1
DETECTING HOUSEHOLD OCCUPANCY
USING ELECTRICITY CONSUMPTION DATA
Rafay Khan
OVERVIEW
1. Project Background and Description
Occupancy detection serves many useful purposes in a vast array of applications, ranging from HVAC and lighting
systems to the smart thermostats available in the comfort of one’s home. Traditionally used methods, such as PIR
sensors combined with reed switches can be error-prone, expensive, and cumbersome. Through electricity
consumption data, digital electricity meters present a novel alternative and an opportunistic method as they are
already present – or about to be installed – in millions of households worldwide. Thus, the installation, use and
maintenance of these smart meters does not impose additional costs on the residents. The opportunistic use of
existing sensors increases the occupancy monitoring capabilities and therefore the acceptance of building
automation systems
2. Project Scope
In this project we aim to illustrate using machine learning methods and techniques in the field of feature engineering
that power consumption data can be a viable predictor of household occupancy. We also aim to investigate whether
a model trained in summer can perform suitably in winter.
3. The Dataset
The ECO (Electricity Consumption and Occupancy) data set is a comprehensive open-source (Creative Commons
License CC BY 4.0) data set for non-intrusive load monitoring and occupancy detection research. It was collected in
6 Swiss households over a period of 8 months. For each of the households, the ECO data set provides: * 1 Hz
aggregate consumption data. Each measurement contains data on current, voltage, and phase shift for each of the
three phases in the household. * 1 Hz plug-level data measured from selected appliances. * Occupancy information
measured through a tablet computer (manual labeling) and a passive infrared sensor (in some of the households).
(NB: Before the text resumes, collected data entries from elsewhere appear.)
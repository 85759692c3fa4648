package engine

import (
	"context"
	"errors"
	"sync/atomic"
	"testing"
	"time"

	"github.com/deadspace-fhir/deadspace/api/engine/enginetest"
	"github.com/deadspace-fhir/deadspace/api/store"
	"github.com/deadspace-fhir/deadspace/api/store/boltstore"
	"github.com/deadspace-fhir/deadspace/derive"
	"github.com/deadspace-fhir/deadspace/fhir/decode"
)

// readOnlyStore answers reads and, while broken, refuses writes, as a
// store on a full disk does.
type readOnlyStore struct {
	store.Store
	broken atomic.Bool
	writes atomic.Int32
}

func (s *readOnlyStore) SetCursor(ctx context.Context, name, value string) error {
	s.writes.Add(1)
	if s.broken.Load() {
		return errors.New("no space left on device")
	}
	return s.Store.SetCursor(ctx, name, value)
}

// Readiness learns that the store takes writes by writing to it, at most
// every couple of seconds: a store that answers reads but refuses writes
// is not ready, and is ready again once it takes them.
func TestStoreWrites(t *testing.T) {
	t.Parallel()
	st := &readOnlyStore{Store: enginetest.OpenStore(t, boltstore.Options{NoSync: true})}
	e, err := New(Config{Store: st, Decoder: decode.New(decode.Options{}), Encoder: enginetest.Encoder(t), Derive: derive.DefaultConfig()})
	if err != nil {
		t.Fatal(err)
	}
	ctx := t.Context()
	if err := e.StoreWrites(ctx); err != nil {
		t.Fatalf("a working store: %v", err)
	}
	if err := e.StoreWrites(ctx); err != nil || st.writes.Load() != 1 {
		t.Fatalf("a second probe at once: %v, %d writes; want the last answer, one write", err, st.writes.Load())
	}
	st.broken.Store(true)
	e.probe.at = time.Now().Add(-writeProbeEvery)
	if err := e.StoreWrites(ctx); err == nil {
		t.Fatal("a store refusing writes passed for one that takes them")
	}
	if _, err := e.Health(ctx); err != nil {
		t.Fatalf("reads still work, and Health says so: %v", err)
	}
	st.broken.Store(false)
	e.probe.at = time.Now().Add(-writeProbeEvery)
	if err := e.StoreWrites(ctx); err != nil {
		t.Fatalf("the store takes writes again: %v", err)
	}
}
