package engine

import (
	"encoding/json"
	"fmt"
	"strings"
	"testing"
	"time"
)

// The device pace holds back evaluations for new device readings only. A
// change that alters a blood gas's values directly (the blood gas deleted,
// withdrawn or corrected, the patient's facts or height changed) is
// evaluated at once, although the patient was evaluated a moment before:
// a deleted or withdrawn blood gas's values must be retracted as promptly
// as a new one's are written, whatever the pace (up to a minute). A
// correction of a device reading, like a new one, waits for the pace.
func TestDevicePaceDoesNotHoldChangesToBloodGasesOrFacts(t *testing.T) {
	t.Parallel()
	now := time.Now().UTC().Truncate(time.Minute)
	gasAt := now.Add(-20 * time.Minute)
	patient := func(subject, version, gender, birth string) json.RawMessage {
		id := strings.TrimPrefix(subject, "Patient/")
		return json.RawMessage(fmt.Sprintf(`{"resourceType":"Patient","id":"%s","meta":{"versionId":"%s","lastUpdated":"%s"},"gender":"%s","birthDate":"%s"}`,
			id, version, now.Add(-time.Minute).Format(time.RFC3339), gender, birth))
	}
	// version2 is a second version of a resource readingOf built, a
	// minute later, with the given status and value.
	version2 := func(r json.RawMessage, status string, v float64) json.RawMessage {
		var m map[string]any
		if err := json.Unmarshal(r, &m); err != nil {
			t.Fatal(err)
		}
		m["meta"] = map[string]any{"versionId": "2", "lastUpdated": now.Add(-time.Minute).Format(time.RFC3339)}
		m["status"] = status
		m["valueQuantity"].(map[string]any)["value"] = v
		out, err := json.Marshal(m)
		if err != nil {
			t.Fatal(err)
		}
		return out
	}
	type setup struct {
		eng     *Engine
		subject string
		gas     json.RawMessage
		etco2   json.RawMessage
		height  json.RawMessage
	}
	tests := []struct {
		name   string
		change func(t *testing.T, s setup)
		// held: the change waits for the pace (a device reading's).
		held bool
	}{
		{name: "blood gas deleted on the server", change: func(t *testing.T, s setup) {
			if _, err := s.eng.Deleted(t.Context(), []Deletion{{Ref: "Observation/gas", How: "test"}}); err != nil {
				t.Fatal(err)
			}
		}},
		{name: "blood gas entered in error", change: func(t *testing.T, s setup) {
			ingestOne(t, s.eng, version2(s.gas, "entered-in-error", 42))
		}},
		{name: "blood gas corrected", change: func(t *testing.T, s setup) {
			ingestOne(t, s.eng, version2(s.gas, "amended", 47))
		}},
		{name: "height corrected", change: func(t *testing.T, s setup) {
			ingestOne(t, s.eng, version2(s.height, "amended", 158))
		}},
		{name: "patient's sex and birth date changed", change: func(t *testing.T, s setup) {
			ingestOne(t, s.eng, patient(s.subject, "2", "female", "1948-05-01"))
		}},
		{name: "end-tidal reading corrected", held: true, change: func(t *testing.T, s setup) {
			ingestOne(t, s.eng, version2(s.etco2, "amended", 30))
		}},
	}
	for _, tc := range tests {
		t.Run(tc.name, func(t *testing.T) {
			t.Parallel()
			eng, g := pacedEngine(t, MaxDevicePace)
			run(t, eng)
			s := setup{eng: eng, subject: "Patient/p",
				gas:    readingOf("Patient/p", "gas", "2019-8", "mm[Hg]", 44, gasAt),
				etco2:  readingOf("Patient/p", "et", "19891-1", "mm[Hg]", 36, gasAt),
				height: readingOf("Patient/p", "ht", "8302-2", "cm", 178, gasAt.Add(-time.Hour)),
			}
			if _, err := eng.Ingest(t.Context(), "test", []json.RawMessage{
				patient(s.subject, "1", "male", "1960-01-01"), s.height, s.etco2, s.gas,
			}); err != nil {
				t.Fatal(err)
			}
			settled(t, eng)
			before := commitsOf(g, s.subject)
			if before == 0 {
				t.Fatal("the first data was never evaluated")
			}
			tc.change(t, s)
			// Half the pace is far more than an evaluation takes and far
			// less than the pace: held or not cannot be confused.
			deadline := time.Now().Add(MaxDevicePace / 2)
			for commitsOf(g, s.subject) == before && time.Now().Before(deadline) && !tc.held {
				time.Sleep(5 * time.Millisecond)
			}
			if tc.held {
				time.Sleep(300 * time.Millisecond)
			}
			evaluated := commitsOf(g, s.subject) > before
			if evaluated == tc.held {
				t.Errorf("evaluated at once: %v, want %v (the pace is %v)", evaluated, !tc.held, MaxDevicePace)
			}
		})
	}
}

func ingestOne(t *testing.T, eng *Engine, r json.RawMessage) {
	t.Helper()
	if _, err := eng.Ingest(t.Context(), "test", []json.RawMessage{r}); err != nil {
		t.Fatal(err)
	}
}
Occupancy information is separated by season; summer and winter. Link to the dataset: http://data-
archive.ethz.ch/delivery/DeliveryManagerServlet?dps_pid=IE594964
4. Data Analysis Methods
The following metrics will be generated through this project: accuracy, precision, recall, f1_score, and ROC-AUC
score. The ROC_AUC score is highlighted as we have an imbalanced classification problem. The following models
were utilized in this project: Logistic regression (LR) with cross-validation for tuning of the regularization parameter,
random forest classifier (RF), and tree based gradient boosting classifier (GBC). There was quite a bit of data
preprocessing that had to be done. Since we were dealing with time-series data, we created lag variables. In
addition, aggregate features and appliance data were utilized. The model training/testing methodology was as
follows: step 1: create a single dataframe for each household (summer), step 2: split each household into 80-20
train-validation separately, step 3: combine each household's train split into the overall train dataset, step 4:
combine each household's validation split into the overall validation dataset, step 5: train model on overall train
dataset, step 6: validate model on overall validation dataset, step 7: load all data for winter, and finally, step 8: test
model on winter data
2
5. Results & Conclusion
From this figure we can conclude that the dataset that yielded the highest performance in terms of the metric we deemed
most important, the ROC-AUC score, was the appliance_lagged dataset. This means that the appliance data did play a
role in the detection of occupancy and it was beneficial to include it. The lagged features also enhanced occupancy
detection as is evident from this visualization. We can also see that the performance of the model on summer data was
not that different from winter data, albeit, it was expected that it might perform a little better, since the data was trained
over summer. We successfully achieved the aims of our project.